== What you are asked to do ==
Start the output with the opening line of the listing below and continue, reproducing each line exactly, up to and including the line that contains "DEMO_BOATS, demoBoat, demoPolar".

(Beginning of Data)

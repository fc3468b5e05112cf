import { describe, expect, it } from 'vitest';
import { assembleBoat } from '../../src/boat/index.js';
import {
  createSetSolvers,
  forceBalance,
  RES,
  type SailingState,
  solveAlone,
  solveState,
  stateVector,
  X,
} from '../../src/equilibrium/index.js';
import { FOIL } from '../../src/foils/index.js';
import { AERO } from '../../src/sails/index.js';
import { DEMO_BOATS, demoBoat, demoPolar } from '../support/demo.js';
import { seeded } from '../support/random.js';
import { densityScaled, froudeScaled } from '../support/scale.js';

const DEG = Math.PI / 180;
const KNOT = 1852 / 3600;

function balancedStates(name: (typeof DEMO_BOATS)[number]): SailingState[] {
  const p = demoPolar(name);
  return [...p.results.flat(), ...p.bestUp, ...p.bestDown].filter((s) => s.status === 'balanced');
}

function at(boat: ReturnType<typeof demoBoat>, tws: number, twa: number): SailingState {
  const s = solveState(boat, { tws, twa });
  if (s.status !== 'balanced') throw new Error(s.reason);
  return s;
}

describe.each(DEMO_BOATS)('%s: every state of the polar', (name) => {
  it('balances to 1e-9 of weight and has a place for most of the grid', () => {
    const states = balancedStates(name);
    expect(states.length).toBeGreaterThan(270);
    for (const s of states) expect(s.residual).toBeLessThan(1e-9);
  });

  it('is balanced, or says why, and never fails to converge', () => {
    for (const s of demoPolar(name).results.flat()) {
      if (s.status === 'unbalanced') {
        expect(s.reason.length).toBeGreaterThan(10);
        expect(s.why).not.toBe('not converged');
      } else {
        for (const v of [s.speed, s.leeway, s.heel, s.rudder, s.ease, s.crewArm, s.awa])
          expect(Number.isFinite(v)).toBe(true);
      }
    }
  });

  it('keeps crew, heel, rudder and foils within their limits', () => {
    const boat = demoBoat(name);
    for (const s of balancedStates(name)) {
      expect(s.crewArm).toBeLessThanOrEqual(boat.spec.crew.armOut + 1e-9);
      expect(s.crewArm).toBeGreaterThanOrEqual(boat.spec.crew.armLee - 1e-9);
      expect(Math.abs(s.rudder)).toBeLessThanOrEqual(boat.spec.limits.rudder + 1e-9);
      expect(s.heel).toBeLessThanOrEqual(boat.spec.limits.heel + 1e-9);
      expect(s.ease).toBeGreaterThanOrEqual(0);
      expect(s.ease).toBeLessThanOrEqual(1);
    }
  });

  it('obeys the course theorem: apparent angle from the course is the sum of the drag angles', () => {
    const boat = demoBoat(name);
    const sets = createSetSolvers(boat);
    const out = new Float64Array(RES.count);
    for (const s of balancedStates(name)) {
      const set = sets.find((x) => x.sailSet.name === s.sailSet)!;
      set.model.residualInto(s.tws, s.twa, stateVector(s), out);
      const { air, foils } = set.model.forces;
      const side = air[AERO.side]! * Math.cos(s.heel);
      const drive = air[AERO.drive]!;
      // Air force in course axes, then along and across the apparent wind.
      const fx = drive * Math.cos(s.leeway) + side * Math.sin(s.leeway);
      const fy = side * Math.cos(s.leeway) - drive * Math.sin(s.leeway);
      const course = s.awa + s.leeway;
      const dragA = -fx * Math.cos(course) + fy * Math.sin(course);
      const liftA = fx * Math.sin(course) + fy * Math.cos(course);
      const dragH = fx - out[RES.surge]! * boat.mass * boat.spec.gravity;
      const liftH = foils[FOIL.lift]! * Math.cos(s.heel);
      const sum = Math.atan2(dragA, liftA) + Math.atan2(dragH, liftH);
      const off = Math.atan2(Math.sin(course - sum), Math.cos(course - sum));
      const force = Math.hypot(fx, fy);
      expect(Math.abs(off)).toBeLessThan((5 * s.residual * boat.mass * boat.spec.gravity) / force + 1e-11);
    }
  });

  it('has a force table that adds up to nothing', () => {
    const boat = demoBoat(name);
    for (const [tws, twa] of [
      [8, 45],
      [12, 90],
      [15, 150],
    ] as const) {
      const b = forceBalance(boat, at(boat, tws * KNOT, twa * DEG));
      const weight = boat.mass * boat.spec.gravity;
      expect(Math.abs(b.sum.forward)).toBeLessThan(1e-9 * weight);
      expect(Math.abs(b.sum.leeward)).toBeLessThan(1e-9 * weight);
      expect(Math.abs(b.sum.roll)).toBeLessThan(1e-8 * weight);
      expect(Math.abs(b.sum.yaw)).toBeLessThan(1e-8 * weight);
    }
  });

  it('has best-VMG angles that meet the tangent condition on the solver, or stand at a named kink or dead run', () => {
    const boat = demoBoat(name);
    const p = demoPolar(name);
    let met = 0;
    for (const s of [...p.bestUp, ...p.bestDown]) {
      if (s.status !== 'balanced' || s.twa > 179 * DEG || s.notes.length > 0) continue;
      const set = createSetSolvers(boat).find((x) => x.sailSet.name === s.sailSet)!;
      const h = 0.05 * DEG;
      const x = stateVector(s);
      const a = set.solver.solve(s.tws, s.twa - h, [x]);
      const b = set.solver.solve(s.tws, s.twa + h, [x]);
      if (!a.ok || !b.ok) throw new Error('no neighbour');
      // Two-sided where the polar is smooth; where a control just reaches its limit the slopes on either side hold it.
      const wanted = s.speed * Math.tan(s.twa);
      const left = (s.speed - a.speed) / h;
      const right = (b.speed - s.speed) / h;
      const both = 0.5 * (left + right);
      const tolerance = 1e-3 * s.speed;
      const held = Math.min(left, right) - tolerance < wanted && wanted < Math.max(left, right) + tolerance;
      expect(Math.abs(both - wanted) < tolerance || held).toBe(true);
      met++;
    }
    expect(met).toBeGreaterThan(6);
  });

  it('is no slower than its grid: best VMG beats every grid angle', () => {
    const p = demoPolar(name);
    p.tws.forEach((_, i) => {
      const up = p.bestUp[i]!;
      const down = p.bestDown[i]!;
      for (const s of p.results[i]!) {
        if (s.status !== 'balanced') continue;
        if (up.status === 'balanced') expect(s.vmg).toBeLessThanOrEqual(up.vmg * (1 + 1e-9));
        if (down.status === 'balanced') expect(-s.vmg).toBeLessThanOrEqual(-down.vmg * (1 + 1e-9));
      }
    });
  });
});

describe('a board that can be raised', () => {
  it('is lowered as far as is fastest: no fixed share beats the choice', () => {
    const boat = demoBoat('trapeze-dinghy');
    for (const [tws, twa] of [
      [4, 45],
      [8, 42],
      [8, 100],
      [5, 160],
    ] as const) {
      const free = solveState(boat, { tws, twa: twa * DEG });
      if (free.status !== 'balanced') throw new Error('no state');
      expect(free.boardDown).toBeGreaterThanOrEqual(boat.spec.boardRange[0]);
      for (const share of [0.3, 0.5, 0.7, 0.85, 1]) {
        const held = assembleBoat({ spec: { ...boat.spec, boardRange: [share, share] } });
        const s = solveState(held, { tws, twa: twa * DEG });
        if (s.status === 'balanced') expect(s.speed).toBeLessThan(free.speed * (1 + 1e-6));
      }
    }
    const up = solveState(boat, { tws: 5, twa: 45 * DEG });
    const down = solveState(boat, { tws: 5, twa: 170 * DEG });
    if (up.status !== 'balanced' || down.status !== 'balanced') throw new Error('no state');
    expect(up.boardDown).toBeGreaterThan(down.boardDown + 0.3);
  });
});

describe('identities of the whole boat', () => {
  const cases = [
    [8, 45],
    [10, 70],
    [14, 42],
    [12, 120],
  ] as const;

  it.each(DEMO_BOATS)('%s: a Froude-scaled boat sails root s as fast at the same heel and leeway', (name) => {
    const boat = demoBoat(name);
    const s = 1.7;
    const big = froudeScaled(boat, s);
    for (const [tws, twa] of cases) {
      const a = at(boat, tws * KNOT, twa * DEG);
      const b = at(big, tws * KNOT * Math.sqrt(s), twa * DEG);
      expect(Math.abs(b.speed / a.speed / Math.sqrt(s) - 1)).toBeLessThan(1e-8);
      expect(Math.abs(b.leeway - a.leeway)).toBeLessThan(1e-4);
      expect(Math.abs(b.heel - a.heel)).toBeLessThan(1e-3);
    }
  });

  it.each(DEMO_BOATS)('%s: twice the density of everything changes nothing', (name) => {
    const boat = demoBoat(name);
    const dense = densityScaled(boat, 2);
    for (const [tws, twa] of cases) {
      const a = at(boat, tws * KNOT, twa * DEG);
      const b = at(dense, tws * KNOT, twa * DEG);
      expect(Math.abs(b.speed / a.speed - 1)).toBeLessThan(1e-9);
    }
  });

  it('gives port and starboard tack the same state', () => {
    const boat = demoBoat('keelboat');
    const a = solveState(boat, { tws: 5, twa: 0.8 });
    const b = solveState(boat, { tws: 5, twa: -0.8 });
    expect(b).toEqual(a);
  });

  it('never sails slower with a wider range of a control', () => {
    for (const name of DEMO_BOATS) {
      const boat = demoBoat(name);
      const wider = assembleBoat({
        spec: {
          ...boat.spec,
          crew: {
            ...boat.spec.crew,
            armOut: boat.spec.crew.armOut * 1.1,
            armLee: boat.spec.crew.armLee * 1.1,
          },
          limits: { ...boat.spec.limits, heel: boat.spec.limits.heel * 1.1 },
        },
        estimates: [],
      });
      for (const [tws, twa] of [...cases, [18, 60] as const]) {
        const a = at(boat, tws * KNOT, twa * DEG);
        const b = at(wider, tws * KNOT, twa * DEG);
        expect(b.speed).toBeGreaterThan(a.speed * (1 - 1e-6));
      }
    }
  });

  it('reports no motion without wind', () => {
    const s = solveState(demoBoat('keelboat'), { tws: 0, twa: 1 });
    expect(s).toMatchObject({ status: 'unbalanced', why: 'no drive' });
  });

  it('reports no drive in the no-go zone', () => {
    for (const name of DEMO_BOATS) {
      const s = solveState(demoBoat(name), { tws: 5, twa: 10 * DEG });
      expect(s.status).toBe('unbalanced');
      if (s.status === 'unbalanced') expect(['no drive', 'foil stalled']).toContain(s.why);
    }
  });
});

describe('the optimum', () => {
  it('is not beaten by a brute-force search over heel and depower', () => {
    const random = seeded(42);
    for (const name of DEMO_BOATS) {
      const boat = demoBoat(name);
      const set = createSetSolvers(boat)[0]!;
      const { model, solver } = set;
      for (let k = 0; k < 6; k++) {
        const tws = (4 + 16 * random()) * KNOT;
        const twa = (40 + 120 * random()) * DEG;
        const best = solveAlone(solver, tws, twa);
        if (!best.ok) continue;
        // At each pair of controls the four balances are solved by Newton from the optimum.
        const c = new Float64Array(RES.count);
        for (let i = 0; i <= 8; i++) {
          for (let j = 0; j <= 8; j++) {
            const x = best.x.slice();
            x[X.heel] = (i / 8) * model.bounds.upper[X.heel]!;
            x[X.depower] = (j / 8) ** 2 * 0.9;
            const v = newton(model, tws, twa, x, c);
            if (v === undefined) continue;
            if (x[X.arm]! > model.bounds.upper[X.arm]! || x[X.arm]! < model.bounds.lower[X.arm]!) continue;
            if (Math.abs(x[X.rudder]!) > model.bounds.upper[X.rudder]!) continue;
            expect(v, `${name} tws ${tws / KNOT} twa ${twa / DEG}`).toBeLessThan(best.speed * 1.0005);
          }
        }
      }
    }
  });
});

/** Solves the four balances at fixed heel and depower by a plain finite-difference Newton; undefined when it fails. */
function newton(
  model: ReturnType<typeof createSetSolvers>[number]['model'],
  tws: number,
  twa: number,
  x: Float64Array,
  c: Float64Array,
): number | undefined {
  const free = [X.speed, X.leeway, X.rudder, X.arm];
  const a = new Float64Array(16);
  const c1 = new Float64Array(4);
  for (let it = 0; it < 25; it++) {
    model.residualInto(tws, twa, x, c);
    if (Math.max(...c.map(Math.abs)) < 1e-9) return x[X.speed];
    free.forEach((j, col) => {
      const h = 1e-6;
      const keep = x[j]!;
      x[j] = keep + h;
      model.residualInto(tws, twa, x, c1);
      x[j] = keep;
      for (let i = 0; i < 4; i++) a[i * 4 + col] = (c1[i]! - c[i]!) / h;
    });
    const d = solve4(a, c);
    const most = Math.max(Math.abs(d[0]!) / 1, Math.abs(d[1]!) / 0.2, Math.abs(d[2]!) / 0.4);
    const scale = most > 1 ? 1 / most : 1;
    free.forEach((j, i) => {
      x[j]! -= scale * d[i]!;
    });
    if (!(x[X.speed]! > 0.01) || Math.abs(x[X.leeway]!) > 0.6) return undefined;
  }
  return undefined;
}

/** Gaussian elimination, written out so that the check shares nothing with the solver. */
function solve4(a: Float64Array, b: Float64Array): number[] {
  const m = Array.from({ length: 4 }, (_, i) => [...a.slice(4 * i, 4 * i + 4), b[i]!]);
  for (let k = 0; k < 4; k++) {
    let p = k;
    for (let i = k + 1; i < 4; i++) if (Math.abs(m[i]![k]!) > Math.abs(m[p]![k]!)) p = i;
    [m[k], m[p]] = [m[p]!, m[k]!];
    for (let i = 0; i < 4; i++) {
      if (i === k) continue;
      const f = m[i]![k]! / m[k]![k]!;
      for (let j = k; j < 5; j++) m[i]![j]! -= f * m[k]![j]!;
    }
  }
  return m.map((r, i) => r[4]! / r[i]!);
}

(End of Data)

== Solution to this exercise ==
repository fc3468b5e05112cf
import { describe, expect, it } from 'vitest';
import { assembleBoat } from '../../src/boat/index.js';
import {
  createSetSolvers,
  forceBalance,
  RES,
  type SailingState,
  solveAlone,
  solveState,
  stateVector,
  X,
} from '../../src/equilibrium/index.js';
import { FOIL } from '../../src/foils/index.js';
import { AERO } from '../../src/sails/index.js';
import { DEMO_BOATS, demoBoat, demoPolar } from '../support/demo.js';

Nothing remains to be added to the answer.